SpecAugment: New and Simple Data Augmentation Technique for Audio Data

Researchers from Google AI have proposed a new data augmentation method for automatic speech recognition. The new method is based on a very simple idea and takes a new approach in augmenting audio data.

Deep learning based methods rely on extracting patterns from large amounts of data. In the past, due to the lack of large training datasets, data augmentation techniques were used to augment and increase the size of the available datasets. This was particularly successful in computer vision and tasks such as object detection, image classification, etc.

When it comes to audio data, traditional data augmentation techniques involved modifying the speed (slowing down or speeding up) the audio waveforms or adding some background noise. The problem with these approaches includes computational cost, the need for additional data, etc.

In a novel paper, Daniel Park et al. propose a data augmentation technique for audio data that applies an augmentation policy directly to the audio spectrogram (i.e., an image representation of the waveform).

Generally, the task of automatic speech recognition was tackled by using deep neural networks trained on audio spectrograms, which are images obtained from the audio waveform. However, in the case of data augmentation, it was generally performed on the audio waveform before converting it to a spectrogram.

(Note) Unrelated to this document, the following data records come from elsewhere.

"""Multigrid, coarse-level smoother: four-colour Gauss-Seidel/SOR over the 9-point planes."""

import numpy as np
from numba import prange
from relaxtui.kernels._jit import kernel
from relaxtui.kernels.blocks import span


@kernel(inline=True)
def _offsum9(ae, aw, a_s, an, ase, anw, asw, ane, up, mid, dn, t):
    # t[k] = Σ over the 8 neighbours of a_q e_q for the row's cells k (up/mid/dn carry one halo cell each end)
    for k in range(t.shape[0]):
        t[k] = (((ae[k] * mid[k + 2] + aw[k] * mid[k]) + (a_s[k] * dn[k + 1] + an[k] * up[k + 1]))
                + ((ase[k] * dn[k + 2] + anw[k] * up[k]) + (asw[k] * dn[k] + ane[k] * up[k + 2])))


@kernel(inline=True)
def _blend9(cells, t, a, f, parity, omega):
    # Gauss-Seidel/SOR update of the row's cells k with (k & 1) == parity from the off-centre sums t and the
    # centre coefficients a (an unknown iff a > 0; others keep their value: a divisor of 1 stands in for them)
    for k in range(t.shape[0]):
        x = cells[k]
        ak = a[k]
        live = ak > 0.0
        v = x + omega * ((f[k] - t[k]) / (ak if live else 1.0) - x)
        cells[k] = v if ((k & 1) == parity and live) else x


@kernel(inline=True)
def _smooth_row(e, f, A, omega, pi, first_col, t):
    """Gauss-Seidel/SOR on padded row pi: cells of column parity first_col, then the others.

    Each half computes the off-centre sums of the whole row (a vectorisable
    loop) and updates the cells of its parity; ``t`` is scratch (>= cols).
    """
    n = e.shape[1] - 2
    tt = t[:n]
    for par in range(2):
        _offsum9(A[1, pi, 1 : n + 1], A[1, pi, 0:n], A[2, pi, 1 : n + 1], A[2, pi - 1, 1 : n + 1],
                 A[3, pi, 1 : n + 1], A[3, pi - 1, 0:n], A[4, pi, 1 : n + 1], A[4, pi - 1, 2 : n + 2],
                 e[pi - 1], e[pi], e[pi + 1], tt)
        _blend9(e[pi, 1 : n + 1], tt, A[0, pi, 1 : n + 1], f[pi, 1 : n + 1], first_col ^ par, omega)


@kernel(parallel=True)
def smooth9(e, f, A, omega, sweeps, reverse, nblk):
    """``sweeps`` four-colour Gauss-Seidel/SOR sweeps of A e = f on a coarse level, in place.

    Colours are (row parity, column parity); with a 9-point stencil no two
    cells of a colour are coupled, so this is a true Gauss-Seidel. Forward
    order: even rows (even columns, then odd), then odd rows; ``reverse``
    runs the colours backwards (the adjoint sweep). Each update divides by
    the centre coefficient A[0] (no plane of inverses is kept: it would be a
    sixth plane per level). Row blocks run in parallel: each block does
    its first-parity rows and the second-parity rows between them, then a
    short pass does the second-parity rows at block edges; the result is
    that of the plain order, bit for bit.
    """
    rows = e.shape[0] - 2
    width = e.shape[1]
    fp = 1 if reverse else 0
    for it in range(sweeps):
        for b in prange(nblk):
            t = np.empty(width)
            r0, r1 = span(b, rows, nblk)
            for r in range(r0, r1):
                if (r & 1) == fp:
                    _smooth_row(e, f, A, omega, r + 1, fp, t)
                    if r - 1 > r0:
                        _smooth_row(e, f, A, omega, r, fp, t)  # second-parity row r - 1 (padded r)
        for b in prange(nblk):
            t = np.empty(width)
            r0, r1 = span(b, rows, nblk)
            if r1 > r0 and (r0 & 1) != fp:
                _smooth_row(e, f, A, omega, r0 + 1, fp, t)
            if r1 > r0 + 1 and ((r1 - 1) & 1) != fp:
                _smooth_row(e, f, A, omega, r1, fp, t)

Researchers propose to augment the spectrograms instead of the raw audio waveforms in the novel data augmentation method called SpecAugment.

SpecAugment modifies the spectrogram by warping it in the time direction, masking blocks of consecutive frequency channels, and masking blocks of utterances in time. They show that this kind of data augmentation helps the network to become more robust against deformations in the time domain and loss in the frequency domain.

Augmentations applied to a spectrogram input, given at the<br> top. From top to bottom, the figures depict the log mel spectrogram of the base with no augmentation, time warp, frequency masking and time masking applied.

Researchers performed an evaluation of the proposed method by training end-to-end networks using the LibriSpeech. They used three networks of the Listen Attend and Spell (LAS) type and they compared the results with and without data augmentation.

They show that the method improves the robustness of the neural network models. Also, researchers reported that the method achieves state-of-the-art performance on the LibriSpeech 960h and Swichboard 300h tasks, outperforming all prior work.